- Level Mountain Range Location within British Columbia

Highest point
- Peak: Meszah Peak
- Elevation: 2,164 m (7,100 ft)
- Coordinates: 58°28′43″N 131°26′14″W﻿ / ﻿58.47861°N 131.43722°W

Geography
- Country: Canada
- Province: British Columbia
- District: Cassiar Land District
- Range coordinates: 58°23′26″N 131°24′06″W﻿ / ﻿58.39056°N 131.40167°W
- Topo map: NTS 104J6 Beatty Creek

Geology
- Formed by: Stratovolcano, lava domes
- Rock age: Neogene-to-Quaternary

= Level Mountain Range =

Mountain range in British Columbia, Canada

The Level Mountain Range is a small but prominent mountain range occupying the broad summit of Level Mountain in northern British Columbia, Canada.
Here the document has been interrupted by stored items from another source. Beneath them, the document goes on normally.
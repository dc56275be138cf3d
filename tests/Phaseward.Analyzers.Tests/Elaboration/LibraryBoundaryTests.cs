using System;
using System.Threading.Tasks;
using Microsoft.CodeAnalysis;
using Microsoft.CodeAnalysis.Testing;
using Phaseward.Analyzers.Tests.Verifiers;
using Phaseward.Checking;

namespace Phaseward.Analyzers.Tests.Elaboration;

/// <summary>
/// Values crossing the boundary between the design's code and the .NET library, and exceptions crossing the design's
/// try statements, elaborated exactly as the compiled design runs them (the oracle: the design compiled and run by
/// .NET, <see cref="ParityTests"/>). Before: library members ran with their type arguments erased to object, so the
/// defaults .NET fills in (FirstOrDefault on an empty List&lt;int&gt;, the slots Array.Resize adds, what Array.Clear leaves,
/// a missing TryGetValue) were null: a device vanished silently behind a null condition, or Sum() was a false PW9003.
/// </summary>
public class LibraryBoundaryTests
{
    [Theory]
    [InlineData("Boundary.EmptyDefaults")]
    [InlineData("Boundary.ResizedArrays")]
    [InlineData("Boundary.ResizedBools")]
    [InlineData("Boundary.ClearedLongs")]
    [InlineData("Boundary.MissingKey")]
    [InlineData("Boundary.GenericPadding")]
    [InlineData("Boundary.LogAndRethrow")]
    [InlineData("Boundary.PlacedTwice")]
    [InlineData("Boundary.TupleKeys")]
    [InlineData("Boundary.SetAgainstSet")]
    [InlineData("Boundary.GenericCompare")]
    [InlineData("Boundary.RangesAndComparers")]
    [InlineData("Boundary.StaticInit")]
    [InlineData("Boundary.FilterFirst")]
    [InlineData("Boundary.BaseStaticInit")]
    public void RunsAsAtRunTime(string design) => ParityTests.AssertParity(Designs, design);

    [Fact]
    public void AnErasedDefaultInGenericCodeIsTheDefaultOfWhatTheTypeParameterStandsFor()
    {
        // The static type of an erased default in generic code is a type parameter: resolved where the code runs (bool),
        // it is false as in .NET. Before, the null stayed and the if reported it.
        var designs = new InMemoryDesigns(("/boundary/D.cs", Source("", "private static T Pick<T>(System.Collections.Generic.List<T> items) => System.Linq.Enumerable.FirstOrDefault(items)!;",
            "if (Pick(new System.Collections.Generic.List<bool>())) count = 1; else count = 5;")));
        ParityTests.AssertParity(designs, "Boundary.D");
        Assert.Equal(5, designs.CompileTime("Boundary.D").Netlist!.Devices.Count);
    }

    private static readonly InMemoryDesigns Designs = new(("/boundary/Boundary.cs", """
            using System;
            using System.Linq;
            using System.Collections.Generic;
            using Phaseward;

            namespace Boundary
            {
                public abstract class Base : Design
                {
                    protected static void Mark(Circuit c, string text) => c.Inverter(c.Input("a"), "m_" + text);
                    protected static void Chain(Circuit c, int n, string p) { var x = c.Input(p + "in"); for (var i = 0; i < n; i++) x = c.Inverter(x, p + i); c.Output(p + "out", x); }
                }
                public sealed class EmptyDefaults : Base
                {
                    protected override void Describe(Circuit c)
                    {
                        var lanes = new List<int>();
                        var text = "f" + lanes.FirstOrDefault() + lanes.LastOrDefault() + lanes.SingleOrDefault() + new int[0].ElementAtOrDefault(3)
                            + lanes.DefaultIfEmpty().First() + string.Concat(lanes.DefaultIfEmpty()) + new List<bool>().FirstOrDefault()
                            + new double[0].LastOrDefault() + lanes.FirstOrDefault(l => l > 2) + lanes.DefaultIfEmpty().ToArray().Length;
                        Mark(c, text);
                        Chain(c, lanes.FirstOrDefault() + 2, "e");
                    }
                }
                public sealed class ResizedArrays : Base
                {
                    protected override void Describe(Circuit c)
                    {
                        var taps = new[] { 1, 2 };
                        Array.Resize(ref taps, 4);
                        var gains = new double[1];
                        Array.Resize(ref gains, 2);
                        Mark(c, string.Join("_", taps) + "s" + taps.Sum() + "g" + string.Join("_", gains) + taps.ToList().IndexOf(0));
                        Chain(c, taps.Sum(), "r");
                    }
                }
                public sealed class ResizedBools : Base
                {
                    protected override void Describe(Circuit c)
                    {
                        var enables = new bool[1];
                        Array.Resize(ref enables, 3);
                        var off = 0;
                        foreach (var e in enables)
                            if (!e) off++;
                        Mark(c, enables[1] ? "on" : "off");
                        Chain(c, off, "b");
                    }
                }
                public sealed class ClearedLongs : Base
                {
                    protected override void Describe(Circuit c)
                    {
                        var weights = new long[3] { 5, 6, 7 };
                        Array.Clear(weights);
                        var spans = new int[] { 4, 5, 6 };
                        Array.Clear(spans, 1, 1);
                        Mark(c, string.Concat(weights) + "_" + weights.Sum() + "_" + string.Concat(spans));
                        Chain(c, (int)weights.Sum() + spans.Sum() - 8, "cl");
                    }
                }
                public sealed class MissingKey : Base
                {
                    protected override void Describe(Circuit c)
                    {
                        var depth = new Dictionary<string, int> { ["alu"] = 2 };
                        var flags = new Dictionary<string, bool>();
                        depth.TryGetValue("fpu", out var missing);
                        var found = flags.TryGetValue("fast", out var fast);
                        Mark(c, "v" + (missing + 1) + found + fast);
                        Chain(c, missing + 2 + (fast ? 5 : 0), "k");
                    }
                }
                public sealed class GenericPadding : Base
                {
                    private static IEnumerable<T> Padded<T>(List<T> items) => items.DefaultIfEmpty();
                    protected override void Describe(Circuit c) => Chain(c, Padded(new List<int>()).Sum() + Padded(new List<int> { 2 }).Sum() + 1, "gp");
                }
                public sealed class LogAndRethrow : Base
                {
                    protected override void Describe(Circuit c)
                    {
                        var log = "";
                        try
                        {
                            try { throw new InvalidOperationException("bus"); }
                            catch (InvalidOperationException) { log += "seen"; throw; }
                        }
                        catch (InvalidOperationException e) { log += "_" + e.Message; }
                        try
                        {
                            try { throw new ArgumentException("lane"); }
                            catch (ArgumentException e) { e = new ArgumentException("other"); log += "_" + e.Message; throw; }
                        }
                        catch (ArgumentException e) { log += "_" + e.Message; }
                        Mark(c, log);
                    }
                }
                public sealed class Cell : Block { protected override void Describe(Circuit c) => c.Inverter(c.Input("i"), "n"); }
                public sealed class PlacedTwice : Base
                {
                    protected override void Describe(Circuit c)
                    {
                        c.Place(new Cell(), "u");
                        try { c.Place(new Cell(), "u"); }
                        catch (ArgumentException e) { Mark(c, "p" + e.ParamName + e.Message.Length); }
                    }
                }
                public sealed record Lane(string Name);
                public sealed class TupleKeys : Base
                {
                    protected override void Describe(Circuit c)
                    {
                        var depth = new Dictionary<(int Row, string Col), int> { [(1, "a")] = 5 };
                        depth[(2, "b")] = 6;
                        depth[(1, "a")] += 1;
                        var seen = new HashSet<(int, int)> { (1, 2), (1, 2), (2, 1) };
                        var lanes = new Dictionary<(Lane, int), string> { [(new Lane("x"), 1)] = "first" };
                        Mark(c, "k" + depth[(1, "a")] + depth.ContainsKey((2, "b")) + depth.ContainsKey((2, "a")) + seen.Count
                            + new[] { (1, 2), (1, 2), (2, 2) }.Distinct().Count() + lanes[(new Lane("x"), 1)]);
                        Chain(c, depth[(1, "a")] - seen.Count, "t");
                    }
                }
                public sealed class SetAgainstSet : Base
                {
                    protected override void Describe(Circuit c)
                    {
                        var ports = new HashSet<int> { 5, 3, 1, 7 };
                        ports.SymmetricExceptWith(new HashSet<int> { 3, 4, 5 });
                        var pins = new HashSet<int> { 5, 3, 1, 7 };
                        pins.SymmetricExceptWith(new[] { 3, 4, 5 });
                        Mark(c, string.Concat(ports) + "_" + string.Concat(pins) + ports.SetEquals(new HashSet<int> { 1, 4, 7 }));
                    }
                }
                public sealed class GenericCompare : Base
                {
                    private static T Larger<T>(T a, T b) where T : IComparable<T> => a.CompareTo(b) >= 0 ? a : b;
                    protected override void Describe(Circuit c)
                    {
                        Mark(c, "m" + Larger(3, 7) + Larger("ab", "b") + Larger(2L, 1L));
                        Chain(c, Larger(2, 4), "g");
                    }
                }
                public sealed class RangesAndComparers : Base
                {
                    protected override void Describe(Circuit c)
                    {
                        var widths = new[] { 5, 3, 8, 1 };
                        var names = new List<string> { "beta", "Alpha", "gamma" };
                        var caseless = new HashSet<string>(StringComparer.OrdinalIgnoreCase) { "Bus", "BUS", "net" };
                        var byName = new Dictionary<string, int>(StringComparer.OrdinalIgnoreCase) { ["Clk"] = 2 };
                        Mark(c, widths.Take(..2).Sum() + "_" + widths.Take(^2..).Sum() + "_" + string.Join("_", names.OrderBy(n => n, StringComparer.Ordinal))
                            + caseless.Count + byName["CLK"] + names.Max(StringComparer.Ordinal));
                    }
                }
                public static class Logbook { public static readonly List<string> Lines = new(); public static int Note(string s) { Lines.Add(s); return 2; } }
                public static class Strict { public static int Seed = Logbook.Note("field"); static Strict() { Logbook.Lines.Add("cctor"); } public static void Touch() => Logbook.Lines.Add("touch"); public static int Level => 3; }
                public static class Gauge { static Gauge() { Logbook.Lines.Add("gauge"); } public static int Level => 1; }
                public sealed class Sensor { static Sensor() { Logbook.Lines.Add("sensor"); } public Sensor() { Logbook.Lines.Add("made"); } }
                public static class Relaxed { public static int Seed = Logbook.Note("relaxed"); public static void Touch() => Logbook.Lines.Add("loose"); }
                public static class Ledger { public static readonly List<string> Lines = new(); public static int Note(string s) { Lines.Add(s); return 2; } }
                public class Housing { public int Made = Ledger.Note("housing-field"); static Housing() { Ledger.Lines.Add("housing-cctor"); } public Housing() { Ledger.Lines.Add("housing"); } }
                public sealed class Probe : Housing { public int Tip = Ledger.Note("probe-field"); static Probe() { Ledger.Lines.Add("probe-cctor"); } public Probe() { Ledger.Lines.Add("probe"); } }
                public sealed class BaseStaticInit : Base
                {
                    protected override void Describe(Circuit c)
                    {
                        Ledger.Lines.Add("start");
                        _ = new Probe();
                        _ = new Probe();
                        Mark(c, string.Join("_", Ledger.Lines));
                    }
                }
                public sealed class StaticInit : Base
                {
                    protected override void Describe(Circuit c)
                    {
                        Logbook.Lines.Add("start");
                        Strict.Touch();
                        _ = new Sensor();
                        var level = Gauge.Level;
                        Relaxed.Touch();
                        Logbook.Lines.Add("mid");
                        var seed = Relaxed.Seed + Strict.Seed + level;
                        Mark(c, string.Join("_", Logbook.Lines) + seed);
                    }
                }
                public sealed class FilterFirst : Base
                {
                    private readonly List<string> trail = new();
                    private bool Note(string step, bool verdict) { trail.Add(step); return verdict; }
                    private void Fail(string why) { try { throw new InvalidOperationException(why); } finally { trail.Add("inner-finally"); } }
                    protected override void Describe(Circuit c)
                    {
                        try { Fail("clock"); }
                        catch (InvalidOperationException e) when (Note("filter-" + e.Message, true)) { trail.Add("caught"); }
                        try
                        {
                            try { throw new ArgumentException("skew"); }
                            catch (ArgumentException) when (Note("declined", false)) { trail.Add("never"); }
                            finally { trail.Add("finally2"); }
                        }
                        catch (ArgumentException e) when (Note("outer", e.Message == "skew")) { trail.Add("outer-caught"); }
                        try
                        {
                            try { throw new InvalidOperationException("drive"); }
                            catch (InvalidOperationException) when (((string?)null)!.Length > 0) { trail.Add("never"); }
                        }
                        catch (Exception e) { trail.Add("kept-" + e.Message + (e is InvalidOperationException)); }
                        Mark(c, string.Join("_", trail));
                    }
                }
            }
            """));

    private static DiagnosticResult NotElaborated(int location, string what, string why) => InverterChainDesign.NotElaborated(location, what, why);

    private static void AssertNoStage(string source) => InverterChainDesign.AssertNoStage(source, "Boundary");

    private static string Source(string declarations, string members, string statements) => InverterChainDesign.Source("Boundary", declarations, members, statements);
}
Located between the Tuya River in the east and the Sheslay River in the west, it represents a high point on the Nahlin Plateau. The range is geologically younger than the main mass of Level Mountain, having formed in the last 7.1 million years. An eroded stratovolcano and several lava domes of Miocene-to-Pleistocene age comprise the Level Mountain Range. The highest point is Meszah Peak at the north end of the range with an elevation of 2164 m.